Rui Costa is there and Marco Materazzi is there. Beauty and the bran. The elegant Portuguese shouldered the weight of his grizzled elbow on the opponent.
Peace amidst the chaos as a pair of football rivals pause to reflect on a hollow wall of red smoke and billowing flames.
“Everyone is focused on the flares, on the smoke,” photographer Stefano Rellandini, who captured the iconic image 18 years ago, told BBC Sport. “But near the center of the pitch I saw a certain moment.
“Materazzi is nicknamed like an executioner; he is not a gentle player. Rui Costa is the opposite – gentler, more artistic in his football. Within seconds Materazzi put his elbow on Rui’s shoulder Costa.
“So when I saw that, I shot it. I only had one frame of that sequence. That was the moment.”
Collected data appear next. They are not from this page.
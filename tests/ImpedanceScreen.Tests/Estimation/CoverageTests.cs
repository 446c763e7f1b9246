using ImpedanceScreen.Estimation;
using ImpedanceScreen.Fixtures;
using ImpedanceScreen.Jobs;
using ImpedanceScreen.Quantities;
using ImpedanceScreen.Reference;

namespace ImpedanceScreen.Tests.Estimation;

public sealed class CoverageTests
{
    /// <summary>
    /// EA-4/02 M:2013, S9: the resolution of ±0.05 V dominates, u = 0.030 V and U = 0.05 V. The printed k = 1.65 is the
    /// rectangle's own factor; that of the whole sum is 1.71 and gives the same U to the printed digit.
    /// </summary>
    [Fact]
    public void A_dominating_rectangle_gives_the_uncertainty_of_EA_4_02_S9()
    {
        var error = new ErrorDistribution(0.001, double.PositiveInfinity, 0.05, 0.011);
        Assert.Equal(0.0295747640171, error.StandardUncertainty, 1e-12);
        double k = error.CoverageFactor(0.95);
        Assert.Equal(0.05, Math.Round(k * error.StandardUncertainty, 2));
        var alone = new ErrorDistribution(0, double.PositiveInfinity, 0.05);
        Assert.Equal(1.65, Math.Round(alone.CoverageFactor(0.95), 2));

        // The two rectangles by themselves: the trapezoid's tail (a + b - x)²/(4 a b) = 0.05.
        double exact = 0.061 - Math.Sqrt(0.05 * 4 * 0.05 * 0.011);
        Assert.Equal(exact, k * error.StandardUncertainty, 1e-4);
    }

    [Fact]
    public void A_rectangle_alone_has_the_exact_factor() =>
        Assert.Equal(0.95 * Math.Sqrt(3), new ErrorDistribution(0, double.PositiveInfinity, 1).CoverageFactor(0.95),
            1e-12);

    /// <summary>
    /// Normal quantile 0.975 and JCGM 100:2008 Table G.2 (t 0.95, recomputed to 12 digits: G.4.1 with 18 degrees).
    /// </summary>
    [Theory]
    [InlineData(double.PositiveInfinity, 1.95996398454005)]
    [InlineData(18, 2.10092204024)]
    [InlineData(2, 4.30265272974946)]
    public void Without_a_rectangle_the_factor_is_the_quantile(double degrees, double factor) =>
        Assert.Equal(factor, new ErrorDistribution(3, degrees).CoverageFactor(0.95), 1e-9);

    /// <summary>
    /// JCGM 101:2008, 9.2.4: rectangular inputs 1, 1, 1, 10; exact half width 17.0158 (printed: 17.0).
    /// </summary>
    [Fact]
    public void One_dominating_rectangle_of_JCGM_101_9_2_4_is_met()
    {
        var error = new ErrorDistribution(Math.Sqrt(2), double.PositiveInfinity, 10 * Math.Sqrt(3), Math.Sqrt(3));
        Assert.Equal(17.0158, error.CoverageFactor(0.95) * error.StandardUncertainty, 0.02);
    }

    [Fact]
    public void Two_rectangles_with_a_t_distribution_agree_with_simulation()
    {
        var random = new Random(5);
        var error = new ErrorDistribution(1, 6, 2, 1);
        double bound = error.CoverageFactor(0.95) * error.StandardUncertainty;
        double Flat() => (2 * random.NextDouble()) - 1;
        const int Draws = 200_000;
        int inside = 0;
        for (int i = 0; i < Draws; i++)
        {
            double chiSquared = Enumerable.Range(0, 6).Sum(_ => Math.Pow(FitCase.Normal(random), 2));
            double t = FitCase.Normal(random) / Math.Sqrt(chiSquared / 6);
            inside += Math.Abs(t + (2 * Flat()) + Flat()) <= bound ? 1 : 0;
        }

        // 99.9 % limits of a binomial by its normal approximation.
        Assert.InRange(inside / (double)Draws, 0.95 - 0.0016, 0.95 + 0.0016);
    }

    /// <summary>
    /// 95 % intervals over many boards, every term drawn anew from its declared distribution; the bounds are the exact
    /// 99.9 % limits of the binomial with p = 0.95.
    /// </summary>
    [Theory]
    [InlineData(5, 100, 0, Sensing.TwoWire, 20_000)]
    [InlineData(5, 0.5, 0, Sensing.Terminal, 4000)]
    [InlineData(0.1, 40, 5, Sensing.TwoWire, 4000)]
    public void Intervals_hold_the_truth_as_often_as_they_say(
        double vth, double rth, double rail, Sensing sensing, int boards)
    {
        StateJob job = SourceBench.Job(vth, rth, rail, sensing, contact: true);
        var bench = new SourceBench(boards);
        var temperature = new Uncertain(Draw.TemperatureDegC, Draw.TemperatureUncertaintyDegC);
        int volts = 0;
        int ohms = 0;
        int estimates = 0;
        for (int board = 0; board < boards; board++)
        {
            Estimate? estimate = StateEvaluation.Evaluate(
                job, bench.Read(job, vth, rth), temperature, 40, SourceBench.Start).Estimate;
            if (estimate is null)
            {
                continue;
            }

            estimates++;
            volts += Holds(vth, estimate.SourceVoltageVolt, estimate.SourceVoltageUncertaintyVolt,
                estimate.SourceVoltageCoverage);
            ohms += Holds(rth, estimate.InternalResistanceOhm, estimate.InternalResistanceUncertaintyOhm,
                estimate.InternalResistanceCoverage);
        }

        // False alarms take a board away: at most 0.1 % are stated for the whole board.
        Assert.InRange(estimates, boards - (boards / 400), boards);
        Assert.InRange(volts, BinomialQuantile(estimates, 0.95, 0.0005), BinomialQuantile(estimates, 0.95, 0.9995));
        Assert.InRange(ohms, BinomialQuantile(estimates, 0.95, 0.0005), BinomialQuantile(estimates, 0.95, 0.9995));
    }

    private static int Holds(double truth, double value, double uncertainty, double k) =>
        Math.Abs(value - truth) <= k * uncertainty ? 1 : 0;

    private static int BinomialQuantile(int count, double probability, double level)
    {
        int low = 0;
        int high = count;
        while (low < high)
        {
            int middle = (low + high) / 2;
            bool below = MathNet.Numerics.Distributions.Binomial.CDF(probability, count, middle) < level;
            low = below ? middle + 1 : low;
            high = below ? high : middle;
        }

        return low;
    }
}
The picture has its own legacy, but it also captured the end of AC Milan and Inter Milan in the most recent Champions League match; a 2005 quarter-final that was abandoned after flares and other objects rained down on the San Siro turf from a section of Inter fans, one that hit and injured Milan goalkeeper Dida.
With 73 minutes to play in the second leg, the referee abandoned the match and the tie was later awarded to Milan, who were leading 3-0 on aggregate.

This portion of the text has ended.